Lighting the Way to Safer Roads

By Marc J. Rogoff, Ph.D., SCS Engineers; Marina Ostapenko, Ayres Associates; and Buz Barbour, Hillsborough Traffic Services

  click to enlarge
County roadway lighting needs mapped using our numerical scoring methodology.

Hillsborough County, which is located on the west coast of Florida, has grown dramatically in recent decades, resulting in rapid growth of automobile and pedestrian traffic along the county's arterial and collector roads. Given the increasing urbanization of the county, it is not surprising that the public has expressed a strong desire for expanded traffic programs, such as traffic calming (i.e., reducing vehicle speeds and improving safety, crosswalks and pavement markings, signalization, traffic signage, school safety, and roadway lighting). Hillsborough County is aggressively implementing programs and countermeasures to reduce fatalities on county roadways.

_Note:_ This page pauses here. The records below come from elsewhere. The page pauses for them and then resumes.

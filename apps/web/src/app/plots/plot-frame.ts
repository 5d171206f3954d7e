import { plainText } from '@gapwise/contracts';
import { axisBottom, axisLeft, scaleLinear, select, type ScaleLinear, type Selection } from 'd3';
import { setSvgRichText } from './svg-rich-text';

export interface FrameOptions {
  readonly width: number;
  readonly height: number;
  readonly margin: {
    readonly top: number;
    readonly right: number;
    readonly bottom: number;
    readonly left: number;
  };
  readonly xDomain: readonly [number, number];
  readonly yDomain: readonly [number, number];
  /** Axis labels may carry subscript markup (`−ΔG°_CS / eV`). */
  readonly xLabel: string;
  readonly yLabel: string;
  /** Read by assistive technology; markup is dropped (`|H_AB|` → `|HAB|`). */
  readonly title: string;
}

export interface Frame {
  readonly svg: Selection<SVGSVGElement, unknown, null, undefined>;
  /** Plot area, translated by the margins and clipped to them. */
  readonly plot: Selection<SVGGElement, unknown, null, undefined>;
  /**
   * Overlay group above the plot, not clipped: labels and arrows (exported with the plot) and the
   * hover read-out of `attachHover` (class `hover`, left out of exports).
   */
  readonly overlay: Selection<SVGGElement, unknown, null, undefined>;
  readonly x: ScaleLinear<number, number>;
  readonly y: ScaleLinear<number, number>;
  readonly innerWidth: number;
  readonly innerHeight: number;
}

/**
 * Clears `svgEl` and draws the frame every plot of Gapwise shares: title for assistive
 * technology, axes with quantity and unit, arrowhead markers, a clip path. Text inherits Inter
 * (d3 axes would otherwise force `sans-serif`).
 */
export function drawFrame(svgEl: SVGSVGElement, id: string, o: FrameOptions): Frame {
  const innerWidth = o.width - o.margin.left - o.margin.right;
  const innerHeight = o.height - o.margin.top - o.margin.bottom;
  const svg = select(svgEl);
  svg.selectAll('*').remove();
  svg
    .attr('viewBox', `0 0 ${o.width} ${o.height}`)
    .attr('xmlns', 'http://www.w3.org/2000/svg')
    .attr('font-family', 'Inter, system-ui, sans-serif')
    .attr('font-size', 12)
    .attr('role', 'img');
  svg.append('title').text(plainText(o.title));
  const defs = svg.append('defs');
  defs
    .append('clipPath')
    .attr('id', `${id}-clip`)
    .append('rect')
    .attr('width', innerWidth)
    .attr('height', innerHeight);
  for (const [name, colour] of [
    ['arrow', '#1f2b2b'],
    ['arrow-accent', '#9a6400'],
  ] as const) {
    defs
      .append('marker')
      .attr('id', `${id}-${name}`)
      .attr('viewBox', '0 0 10 10')
      .attr('refX', 9)
      .attr('refY', 5)
      .attr('markerWidth', 7)
      .attr('markerHeight', 7)
      .attr('orient', 'auto-start-reverse')
      .append('path')
      .attr('d', 'M0,0L10,5L0,10z')
      .attr('fill', colour);
  }
  svg.append('rect').attr('width', o.width).attr('height', o.height).attr('fill', '#ffffff');

  const x = scaleLinear()
    .domain(o.xDomain as [number, number])
    .range([0, innerWidth]);
  const y = scaleLinear()
    .domain(o.yDomain as [number, number])
    .range([innerHeight, 0]);
  const root = svg.append('g').attr('transform', `translate(${o.margin.left},${o.margin.top})`);

  const xAxis = root
    .append('g')
    .attr('class', 'axis x')
    .attr('transform', `translate(0,${innerHeight})`)
    .call(axisBottom(x).ticks(7).tickSizeOuter(0));
  const yAxis = root
    .append('g')
    .attr('class', 'axis y')
    .call(axisLeft(y).ticks(6).tickSizeOuter(0));
  for (const axis of [xAxis, yAxis]) {
    axis.attr('font-family', null).attr('font-size', 11);
    axis.selectAll('text').attr('fill', '#3c4747');
    axis.selectAll('line,path').attr('stroke', '#7a8a8a');
  }
  // Light grid for reading values.
  root
    .append('g')
    .attr('class', 'grid')
    .selectAll('line')
    .data(y.ticks(6))
    .join('line')
    .attr('x1', 0)
    .attr('x2', innerWidth)
    .attr('y1', (d) => y(d))
    .attr('y2', (d) => y(d))
    .attr('stroke', '#e3eaea');

  const xLabel = root
    .append('text')
    .attr('class', 'axis-label')
    .attr('x', innerWidth / 2)
    .attr('y', innerHeight + 36)
    .attr('text-anchor', 'middle')
    .attr('fill', '#1f2b2b');
  setSvgRichText(xLabel.node()!, o.xLabel);
  const yLabel = root
    .append('text')
    .attr('class', 'axis-label')
    .attr('transform', `translate(${-o.margin.left + 14},${innerHeight / 2}) rotate(-90)`)
    .attr('text-anchor', 'middle')
    .attr('fill', '#1f2b2b');
  setSvgRichText(yLabel.node()!, o.yLabel);

  const plot = root.append('g').attr('clip-path', `url(#${id}-clip)`);
  const overlay = root.append('g').attr('class', 'overlay');
  return { svg, plot, overlay, x, y, innerWidth, innerHeight };
}

/** Hover read-out: a vertical rule and a text box that follows the pointer. */
export function attachHover(
  frame: Frame,
  describe: (xValue: number) => { x: number; lines: string[] } | null,
): void {
  const { overlay, innerWidth, innerHeight, x } = frame;
  const rule = overlay
    .append('line')
    .attr('class', 'hover')
    .attr('y1', 0)
    .attr('y2', innerHeight)
    .attr('stroke', '#5d6b6b')
    .attr('stroke-dasharray', '2 3')
    .style('display', 'none');
  const box = overlay
    .append('g')
    .attr('class', 'hover')
    .style('display', 'none')
    .attr('pointer-events', 'none');
  const bg = box
    .append('rect')
    .attr('fill', 'rgba(255,255,255,0.94)')
    .attr('stroke', '#9aabab')
    .attr('rx', 4);
  const text = box.append('text').attr('fill', '#1f2b2b').attr('font-size', 11);
  overlay
    .append('rect')
    .attr('class', 'hover')
    .attr('width', innerWidth)
    .attr('height', innerHeight)
    .attr('fill', 'transparent')
    .on('pointermove', (event: PointerEvent) => {
      const [px] = pointerIn(event, overlay.node()!);
      const d = describe(x.invert(px));
      if (!d) return;
      const cx = x(d.x);
      rule.attr('x1', cx).attr('x2', cx).style('display', null);
      text
        .selectAll('tspan')
        .data(d.lines)
        .join('tspan')
        .attr('x', 8)
        .attr('dy', (_, i) => (i === 0 ? 15 : 14))
        .text((l) => l);
      const w = Math.max(...d.lines.map((l) => l.length)) * 6.2 + 16;
      const h = d.lines.length * 14 + 10;
      bg.attr('width', w).attr('height', h);
      const bx = cx + 10 + w > innerWidth ? cx - w - 10 : cx + 10;
      box.attr('transform', `translate(${bx},6)`).style('display', null);
    })
    .on('pointerleave', () => {
      rule.style('display', 'none');
      box.style('display', 'none');
    });
}

function pointerIn(event: PointerEvent, node: SVGGElement): [number, number] {
  const ctm = node.getScreenCTM();
  if (!ctm) return [0, 0];
  const p = new DOMPoint(event.clientX, event.clientY).matrixTransform(ctm.inverse());
  return [p.x, p.y];
}
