describe('work limits of the core, refused before any work with the field named', () => {
  let t: TestApp;
  let user: Session;
  let wid: string;

  beforeAll(async () => {
    process.env['GAPWISE_SCREEN_WORKER'] = 'false';
    process.env['GAPWISE_TRACE_WORKER'] = 'false';
    // A larger body limit, so the fit's own limit on points is what answers.
    t = await startTestApp({}, { JSON_BODY_LIMIT: '4mb' });
    user = await registerUser(t.app, 'limits');
    wid = (await user.post('/api/workspaces', { name: 'Limits' })).body.id;
  }, 120_000);
  afterAll(async () => t?.close());

  const fields = (res: request.Response) =>
    (res.body.errors ?? res.body.error?.fields ?? []) as Array<{ field: string; message: string }>;

  it('Monte Carlo: samples × vibronic terms over the limit answers 400 naming samples', async () => {
    // S = λ_v/ħω = 5e4: some 5e4 terms a draw, so 2000 draws need about 1e8 > 2e7 terms.
    const res = await user.post('/api/calc', {
      method: 'uncertainty.monteCarlo',
      inputs: {
        method: 'rate.mlj',
        inputs: {
          deltaG0: { value: -0.5, sigma: 0.05 },
          lambdaSolvent: 0.3,
          lambdaVib: 0.5,
          hbarOmega: 1e-5,
          coupling: 0.01,
          temperature: 298.15,
        },
        samples: 2000,
        seed: 1,
      },
    });
    expect(res.status).toBe(400);
    const samples = fields(res).find((f) => f.field === 'samples');
    expect(samples?.message).toMatch(/work limit/);
    expect(t.runtime.compute.running).toBe(0);
  });

  it('MLJ fit: a mode whose terms per rate fit one rate but not a whole fit answers 400 naming ħω', async () => {
    // S = 1 eV / 2e-4 eV = 5000 terms per rate (under the 1e5 of one rate), but a 4-point fit
    // evaluates 3 starts × 300 iterations × 5 × 4 rates: 1.8e4 × 5000 = 9e7 > 2e7 terms.
    const series = await user.post(`/api/workspaces/${wid}/series`, {
      name: 'soft whole fit',
      temperature: 298.15,
      points: [-0.2, -0.5, -0.8, -1.1].map((deltaG0, i) => ({
        label: `P${i}`,
        deltaG0,
        log10k: 8 + i * 0.5,
      })),
    });
    expect(series.status).toBe(201);
    const fit = await user.post(`/api/series/${series.body.id}/fit`, {
      model: 'mlj',
      hbarOmega: 2e-4,
      lambdaVib: 1,
    });
    expect(fit.status).toBe(400);
    expect(fields(fit).map((f) => f.field)).toContain('mlj.hbarOmega');
  });

  it('series size: more points than a fit takes answers 400 naming points', async () => {
    const points = Array.from({ length: 10_001 }, (_, i) => ({
      deltaG0: { value: -0.1 - i * 1e-4, unit: 'eV' },
      k: 1e8,
    }));
    const res = await user.post('/api/calc', {
      method: 'fit.drivingForceSeries',
      inputs: { points, temperature: 298.15 },
    });
    expect(res.status).toBe(400);
    expect(fields(res).map((f) => f.field)).toContain('points');
    const stored = await user.post(`/api/workspaces/${wid}/series`, {
      name: 'too many',
      temperature: 298.15,
      points: Array.from({ length: 2001 }, (_, i) => ({
        label: `P${i}`,
        deltaG0: -0.1 - i * 1e-4,
        log10k: 8,
      })),
    });
    expect(stored.status).toBe(400);
    expect(fields(stored).map((f) => f.field)).toContain('points');
  });
});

How do transportation and traffic services managers make informed decisions about roadway lighting needs? With increased demands for public funding of such projects, GIS offers enhanced means to graphically illustrate for decision makers where traffic countermeasures would provide the most benefits. Buz Barbour, the county's manager of Traffic Programs, says, "Without GIS, there is no way we can make accurate and timely decisions as rapidly as we are able to now by viewing the graphic representations of data GIS provides."

The county engaged the team of Ayres Associates, an Esri Business Partner, and SCS Engineers to develop a comprehensive analysis of the needs for the program, benchmark similar roadway lighting programs, prioritize roadway lighting needs countywide, calculate the construction and operating costs for roadway lighting, and evaluate feasible funding options for the program.

Numerous studies have demonstrated that the implementation of roadway countermeasures saves lives and reduces property damage. Improved illumination yields the greatest benefit relative to cost with the overall benefit of roadway lighting calculated to be 26.8 times its cost for every dollar invested. This is critical because national studies by the Highway Safety Administration suggest that more than one-half of crash-related fatalities occur at night, though only 25 percent of the vehicle miles traveled occur at night.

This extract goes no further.